Added all together, the shop floor teams have far greater flexibility and the business has a better bottom line.

Factors to Consider Before Buying A Multiaxis Machine

With knowledge of the newest CNC machining tools, what are some of the things to consider before buying a super machine, and what prep needs to happen before new equipment arrives?

Step 1: Tool Up with the Right CNC Equipment

Let’s face it: Many shops buy nowhere near enough tooling for their new machines, relying instead on whatever vises, square-shank holders or CAT-40 tapers are already on-site. That’s a bad idea, especially with a super machine.

For starters, there’s a good chance the tooling interface will be different than that of current equipment. Capto, VDI and HSK are common—do you know how these modular tools work, and are there enough of them to fully tool dozens (perhaps hundreds) of tool positions?

You also want the most rigid grip possible to take advantage of a new machine’s greater metal-removal abilities. Take a hard look at shrink-fit or hydraulic tool holding for no-slip interfaces. And give some thought to an offline presetter. There’s nothing worse than having an expensive piece of equipment sitting idle while searching for tools or touching them off on the machine.

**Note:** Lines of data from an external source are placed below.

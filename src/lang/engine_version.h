/* The version of the engines' answers, the key under which the results store keeps them.
   Bump it whenever a change could alter an answer, so that old answers are never reused; then
   refresh the record of tests/unit/engine_answers.txt (build/test_engine_version --refresh),
   which the unit test test_engine_version compares with fresh answers. */
#ifndef PSIKAPPA_ENGINE_VERSION_H
#define PSIKAPPA_ENGINE_VERSION_H

#define RESULTS_ENGINE_VERSION "psikappa-engine-1"

#endif
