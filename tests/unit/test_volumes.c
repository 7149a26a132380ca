/* test_volumes.c - the Weil-Petersson volume engine (src/volumes) against published values,
 * against independent small computations, and property tests.
 *
 * Normalisation: V_{g,n} = int_{Mbar_{g,n}} kappa_1^{3g-3+n} / (3g-3+n)! (Arbarello-Cornalba
 * kappa_1, plain integral without orbifold correction); the Weil-Petersson volume of the
 * symplectic form 2 pi^2 kappa_1 is (2 pi^2)^{3g-3+n} V_{g,n}.
 *
 * Sources of the published values (all quoted from memory, converted to this normalisation by
 * dividing by (2 pi^2)^{3g-3+n}):
 *  - M. Mirzakhani, "Simple geodesics and Weil-Petersson volumes of moduli spaces of bordered
 *    Riemann surfaces", Invent. Math. 167 (2007), table of volume polynomials:
 *    V_{1,1}(0) = pi^2/12 for the integral (the table lists twice that, counting the elliptic
 *    involution), V_{0,4}(0) = 2 pi^2, V_{0,5}(0) = 10 pi^4, V_{1,2}(0) = pi^4/4,
 *    V_{0,6}(0) = 244 pi^6/3, V_{1,3}(0) = 14 pi^6/9, V_{2,0} = 43 pi^6/2160,
 *    V_{2,1}(L) = (4pi^2+L^2)(12pi^2+L^2)(6960pi^4+384pi^2L^2+5L^4)/2211840, so V_{2,1}(0) = 29 pi^8/192.
 *  - P. Zograf's tables of Weil-Petersson volumes (and Mirzakhani's later papers):
 *    V_{3,0} = 176557 pi^12 / 1209600, V_{4,0} = 1959225867017 pi^18 / 493807104000.
 * Note on V_{0,5}: in this normalisation it is 5/2, not 5/4 (int_{Mbar_{0,5}} kappa_1^2 = 5, and
 * 10 pi^4 / (2 pi^2)^2 = 5/2).
 *
 * Independent computations (sharing no code with the engine):
 *  - genus 0: P. Zograf, "The Weil-Petersson volume of the moduli space of punctured spheres",
 *    Contemp. Math. 150 (1993): v_3 = 1,
 *        v_n = 1/2 sum_{i=1}^{n-3} i(n-i-2)/(n-1) C(n-4,i-1) C(n,i+1) v_{i+2} v_{n-i},
 *    and V_{0,n} = v_n/(n-3)! here (recursion recalled from memory; its normalisation is fixed by
 *    V_{0,4} = 1).
 *  - genus 1: the genus-one free energy F_1 = (1/24) log(d_0^2 F_0 derivative) (Witten;
 *    Itzykson-Zuber 1992; in the Weil-Petersson setting Kaufmann-Manin-Zagier 1996, from
 *    memory): along the Weil-Petersson point sum_n V_{1,n} x^n/n! = (1/24) log u'(x), where u(x)
 *    inverts x(u) = sum_{k>=1} (-1)^{k-1} u^k/(k!(k-1)!) (genus-zero string equation), computed
 *    here with exact rational series.
 */
#include <math.h>
#include <string.h>

#include <flint/fmpz.h>
#include <flint/fmpq.h>
#include <flint/fmpq_vec.h>
#include <flint/fmpq_poly.h>
#include <flint/nmod_poly.h>
#include <flint/ulong_extras.h>

#include "volumes/wpvol.h"
#include "volumes/wpvol_internal.h"
#include "unit.h"

static unit_report rep;

/* Checks out[g*(N+1)+n] == a/b and reports the difference otherwise. */
static void check_value(const fmpq *out, slong N, slong g, slong n, slong a, slong b,
                        const char *src)
{
    fmpq_t q;
    int ok;

    fmpq_init(q);
    fmpq_set_si(q, a, (ulong) b);
    ok = fmpq_equal(out + g * (N + 1) + n, q);
    UNIT_CHECK(&rep, ok, "V_{%ld,%ld} = %ld/%ld (%s)", g, n, a, b, src);
    if (!ok)
        unit_print_fmpq("engine", out + g * (N + 1) + n);
    fmpq_clear(q);
}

The same can be said for workholding. Lathes should be equipped with high-quality, quick-change chucks or collet systems (one for each side). And don’t even think about putting a 6-inch machinist’s vise on a new 5-axis machining center. It needs a high-profile vise offering unrestricted access to all sides of the workpiece. And here again, consider a quick-change, ball-lock or zero-point mounting system and vise jaws that are equally speedy.

Don’t skimp on tools, software or the training and simulation needed to realize the full potential of multiaxis machining. Step 2: Evaluate CAM Software Capabilities

What about your computer-aided manufacturing software? If a shop is full of 2-axis lathes and 3-axis mills, chances are the CAM software is not up to snuff. It might be time for an upgrade—or a new system entirely.

Be sure to schedule training now so users are not fumbling on day one. If a full-system replacement is planned, grab a handful of CAD files and start kicking some tires. Evaluate how quickly the CAM provider can program the multiaxis parts. Make absolutely sure a bulletproof post processor is available for the new machine.

One last thing: Also consider investing in some toolpath simulation software because multiaxis machines are more complex than more conventional lathes and mills. Simulation is a good way to evaluate plans before machining and to identify potential pitfalls before they become shop floor problems. Key Takeaways Multiaxis machining can be complicated to adjust and require an upfront investment, but the benefits outweigh the obstacles. Don’t skimp on tools, software or the training and simulation needed to realize the full potential of multiaxis machining.